Though Trump signed an executive order vowing stronger cybersecurity in May, the administration did nothing substantial until December, when it released a document noting the threats to infrastructure and vaguely vowing that hackers from a number of countries–including China, North Korea, Iran, and Russia–will be defeated. Notably, in the document, elections were no longer counted as part of “critical infrastructure,” despite President Obama designating them as such shortly before he left office–another indicator that the Trump administration’s unwillingness to take on Russian hacks is marred by self-protection and partisanship.

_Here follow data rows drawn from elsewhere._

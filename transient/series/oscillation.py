"""The oscillating modes of sprung bodies: poles off the negative axis, their shares, and their amplitudes in time.

Fluid alone decays without swinging, and each spring adds at most one pair of complex poles (the coupled operator is
symmetric but for one negative square per spring; Pontryagin 1944).  Pairs near the negative axis stay
inside the contours; the others are counted on the boundary of the sector that is left (argument principle),
found by Newton's method, and taken out of the transfer functions.
"""

from __future__ import annotations

from dataclasses import dataclass
from math import factorial

import numpy as np

from transient.series.closing import Closing
from transient.series.gapshape import FREE, SeriesError
from transient.series.slow import wall_response
from transient.series.timeline import Timeline

# Pairs this near the negative axis (rad) are held by the contours, which pass it at 0.69.
BESIDE = 0.15
_REACH = 1e3  # decades beyond the estimated size of the poles, either way
_PER_DECADE = 20
_SMOOTH = 0.8  # rad between neighbours on the boundary
_CIRCLE = 32  # points of a residue's circle, at 0.3 of the way to anything else: leaves 2e-17
_NEWTON = 60
_APART = 1e-3  # poles closer than this share of their size are not told apart here
_SERIES = 22


@dataclass(frozen=True, eq=False)
class Swings:
    """``pole`` (P,) with positive imaginary part; ``residue`` (P, 3, 3) inputs by unknowns; ``walls`` (P, 3, 3) the
    gap's transfer functions at the poles."""

    pole: np.ndarray
    residue: np.ndarray
    walls: np.ndarray


def swings(closing: Closing) -> Swings:
    """The oscillating modes outside the contours.  Raises ``SeriesError`` where two of them cannot be told apart."""
    sprung = [end for end in (0, 1) if closing.stiffness[end] > 0.0]
    if not sprung:
        return Swings(np.empty(0, complex), np.empty((0, 3, 3), complex), np.empty((0, 3, 3), complex))
    low, high = _range(closing, sprung)
    count = _count(closing, low, high)
    pole = _find(closing, low, high, count) if count else np.empty(0, complex)
    residue = np.array([_residue(closing, pole, k) for k in range(len(pole))]).reshape(-1, 3, 3)
    return Swings(pole, residue, wall_response(closing.shape, pole) if count else np.empty((0, 3, 3), complex))


def determinant(closing: Closing, s: np.ndarray) -> tuple[np.ndarray, np.ndarray]:
    """(S,) determinant of the closing at ``s``, and the size of its terms."""
    matrix, size = closing.matrix(s, wall_response(closing.shape, s))
    return np.linalg.det(matrix), size.sum(axis=2).prod(axis=1)


def _range(closing: Closing, sprung: list[int]) -> tuple[float, float]:
    """Radii between which all oscillating poles lie: where a spring is as strong as what it works against."""
    at = np.logspace(-40, 40, 1601)
    low, high = np.inf, 0.0
    for end in sprung:
        slip = (closing.shape.lower, closing.shape.upper)[end]
        held = np.minimum(at**1.5, at / slip) if 0.0 < slip < FREE else at**1.5
        own = closing.mass[end] * at**2 + closing.damping[end] * at
        weak, strong = own + held, own + 10.0 * at + at**1.5
        low = min(low, float(at[np.searchsorted(strong, closing.stiffness[end])]))
        high = max(high, float(at[np.searchsorted(weak, closing.stiffness[end])]))
    return low / _REACH, high * _REACH


def _count(closing: Closing, low: float, high: float) -> int:
    """Zeros of the determinant in the upper half plane outside the wedge around the negative axis."""
    turn = np.pi - BESIDE
    points = int(np.ceil(_PER_DECADE * np.log10(high / low)))
    ray = np.geomspace(low, high, points) * np.exp(1j * turn)
    angle = np.linspace(0.0, turn, 16)
    path = np.concatenate([low * np.exp(1j * angle), ray[1:-1], high * np.exp(1j * angle[::-1])])
    value = determinant(closing, path)[0]
    for _ in range(12):
        step = np.angle(value[1:] / value[:-1])
        coarse = np.flatnonzero(np.abs(step) > _SMOOTH)
        if len(coarse) == 0:
            break
        middle = np.sqrt(path[coarse]) * np.sqrt(path[coarse + 1])
        path = np.insert(path, coarse + 1, middle)
        value = np.insert(value, coarse + 1, determinant(closing, middle)[0])
    turns = -float(np.angle(value[1:] / value[:-1]).sum()) / (2.0 * np.pi)
    if abs(turns - round(turns)) > 0.05 or not 0 <= round(turns) <= 2:
        raise SeriesError("the oscillating modes of the sprung bodies could not be counted")
    return round(turns)


def _find(closing: Closing, low: float, high: float, count: int) -> np.ndarray:
    """The ``count`` poles of the sector, by Newton's method from the best places of a grid."""
    radius = np.geomspace(low, high, int(8 * np.log10(high / low)))
    angle = np.linspace(0.35, np.pi - BESIDE, 10)
    grid = (radius[:, None] * np.exp(1j * angle)).ravel()
    value, size = determinant(closing, grid)
    order = np.argsort(np.abs(value) / size)
    found: list[complex] = []
    for start in grid[order[:60]]:
        pole = _newton(closing, complex(start), found)
        if pole is None or not 0.0 < np.angle(pole) <= np.pi - BESIDE:
            continue
        if any(abs(pole - other) < _APART * abs(pole) for other in found):
            continue
        found.append(pole)
        if len(found) == count:
            return np.array(found)
    raise SeriesError("the oscillating modes of the sprung bodies lie too close together to be told apart")


def _newton(closing: Closing, start: complex, found: list[complex]) -> complex | None:
    """A zero from ``start``, those ``found`` divided out; None where the way leads astray."""
    s = start
    around = np.exp(2j * np.pi * np.arange(4) / 4)
    for _ in range(_NEWTON):
        radius = 1e-3 * abs(s)
        value, _ = determinant(closing, np.append(s + radius * around, s))
        slope = (value[:4] / around).mean() / radius
        if value[4] == 0.0:
            return s
        change = slope / value[4] - sum(1.0 / (s - other) + 1.0 / (s - other.conjugate()) for other in found)
        if change == 0.0 or not np.isfinite(change):
            return None
        step = -1.0 / change
        if abs(step) > 0.3 * abs(s):
            step *= 0.3 * abs(s) / abs(step)
        s += complex(step)
        if s.imag <= 0.0:
            s = complex(s.real, 0.01 * abs(s))
        if abs(step) < 3e-15 * abs(s):
            return s
    return s if abs(step) < 1e-11 * abs(s) else None


def _residue(closing: Closing, pole: np.ndarray, k: int) -> np.ndarray:
    """(3, 3) share of pole k in the unknowns (columns) per input (rows), by the mean over a circle around it."""
    own = pole[k]
    others = np.abs(np.delete(pole, k) - own)
    radius = 0.3 * min([abs(own.imag), abs(own), *others.tolist()])
    turn = radius * np.exp(2j * np.pi * np.arange(_CIRCLE) / _CIRCLE)
    unknown = closing.unknowns(own + turn)[0]
    return (unknown * turn[:, None, None]).mean(axis=0)


def amplitudes(
    swing: Swings, line: Timeline, before: np.ndarray, kick: np.ndarray, piece: np.ndarray, offset: np.ndarray
) -> tuple[np.ndarray, np.ndarray]:
    """Integrals (n, P, 3) of exp(pole (t - tau)) (input - before) since the first break, and the size of their terms.

    ``kick`` (3,): unit impulses of the inputs at the first break.
    """
    poles, rows = len(swing.pole), len(piece)
    out, size = np.zeros((rows, poles, 3), complex), np.zeros((rows, poles, 3))
    lengths = line.lengths
    used = slice(0, int(piece.max(initial=0)) + 1)
    pieces = np.arange(len(line.starts))[used]
    for m, pole in enumerate(swing.pole):
        for i in range(3):
            gained, large = _gained(pole, line, before, i, pieces[:-1], lengths[: len(pieces) - 1])
            state, reach = np.zeros(len(pieces), complex), np.zeros(len(pieces))
            state[0], reach[0] = kick[i], abs(kick[i])
            decay = np.exp(pole * lengths[: len(pieces) - 1])
            for p in range(len(pieces) - 1):
                state[p + 1] = decay[p] * state[p] + gained[p]
                reach[p + 1] = abs(decay[p]) * reach[p] + large[p]
            now, big = _gained(pole, line, before, i, piece, offset)
            fade = np.exp(pole * offset)
            out[:, m, i] = fade * state[piece] + now
            size[:, m, i] = np.abs(fade) * reach[piece] + big
    return out, size


def cycle_transform(line: Timeline, length: float, s: np.ndarray) -> np.ndarray:
    """(S, 3) integrals of exp(s (length - tau)) input(tau) over one cycle of ``length``, the line's pieces in turn."""
    pieces = np.arange(len(line.starts))
    ends = np.append(line.starts[1:], length)
    out = np.zeros((len(s), 3), complex)
    for n, pole in enumerate(s):
        for i in range(3):
            gained, _ = _gained(pole, line, np.zeros(3), i, pieces, ends - line.starts)
            out[n, i] = (np.exp(pole * (length - ends)) * gained).sum()
    return out


def _gained(pole: complex, line: Timeline, before: np.ndarray, i: int, piece: np.ndarray, x: np.ndarray):  # type: ignore[no-untyped-def]
    """(m,) integral of exp(pole (x - xi)) (input i - before) over the first ``x`` of each ``piece``, and its size."""
    z = pole * x
    weights = _weights(z)
    poly = line.poly[piece, i].copy()
    poly[:, 0] -= before[i]
    out, size = np.zeros(len(x), complex), np.zeros(len(x))
    for d, weight in enumerate(weights):
        term = poly[:, d] * factorial(d) * x ** (d + 1) * weight
        out += term
        size += np.abs(term)
    for k in range(line.coeff.shape[2]):
        c, rate = line.coeff[piece, i, k], line.exponent[piece, i, k]
        if not c.any():
            continue
        for share, own in ((c / 2, rate), (np.conj(c) / 2, np.conj(rate))):
            term = share * _both(pole, own, x)
            out += term
            size += np.abs(term)
    return out, size


def _both(pole: complex, rate: np.ndarray, x: np.ndarray) -> np.ndarray:
    """Integral of exp(pole (x - xi) + rate xi) over 0 < xi < x, also where both rates meet."""
    apart = rate - pole
    near = np.abs(apart * x) < 1.0
    first = _weights(np.where(near, apart * x, 0.0))[0]
    free = np.exp(pole * x)
    return np.where(near, free * x * first, (np.exp(rate * x) - free) / np.where(near, 1.0, apart))


def _weights(z: np.ndarray) -> list[np.ndarray]:
    """phi_1 to phi_4, phi_k(z) = sum z^j / (j + k)!."""
    small = np.abs(z) < 1.0
    near, far = np.where(small, z, 0.0), np.where(small, 1.0, z)
    out, last = [], np.exp(far)
    for k in range(1, 5):
        last = (last - 1.0 / factorial(k - 1)) / far
        series = np.zeros_like(near)
        for j in range(_SERIES, -1, -1):
            series = series * near + 1.0 / factorial(j + k)
        out.append(np.where(small, series, last))
    return out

While the Trump administration stalls, America’s power grid remains vulnerable. In the last month alone, there have been several dramatic mass outages, including a blackout at the Atlanta airport due to a fire that crippled both the main system and the backup, and a blackout at Disneyland, due to a problem with a transformer, that left people trapped on rides. That these outages were a result of flawed infrastructure and not purposeful hacks should not reassure anyone, as they showcase weaknesses and highlight how easy it would be for a hostile state actor to cause chaos and panic without ever crossing the border.
As a candidate, Trump spoke frequently of his desire to repair U.S. infrastructure, a plan which would have provided jobs while strengthening national security. Like most of his campaign promises, this one was broken, but it is essential that both decaying infrastructure and hackers who seek to exploit it be seriously addressed. It is also critical that elections be again counted as critical infrastructure so that attempted Russian hacks of voter databases and institutions in the 2018 midterms are thwarted. And if the Trump administration makes no move to remedy these obvious threats to American democracy and public safety, Americans should consider what kind of leverage the Kremlin may already have.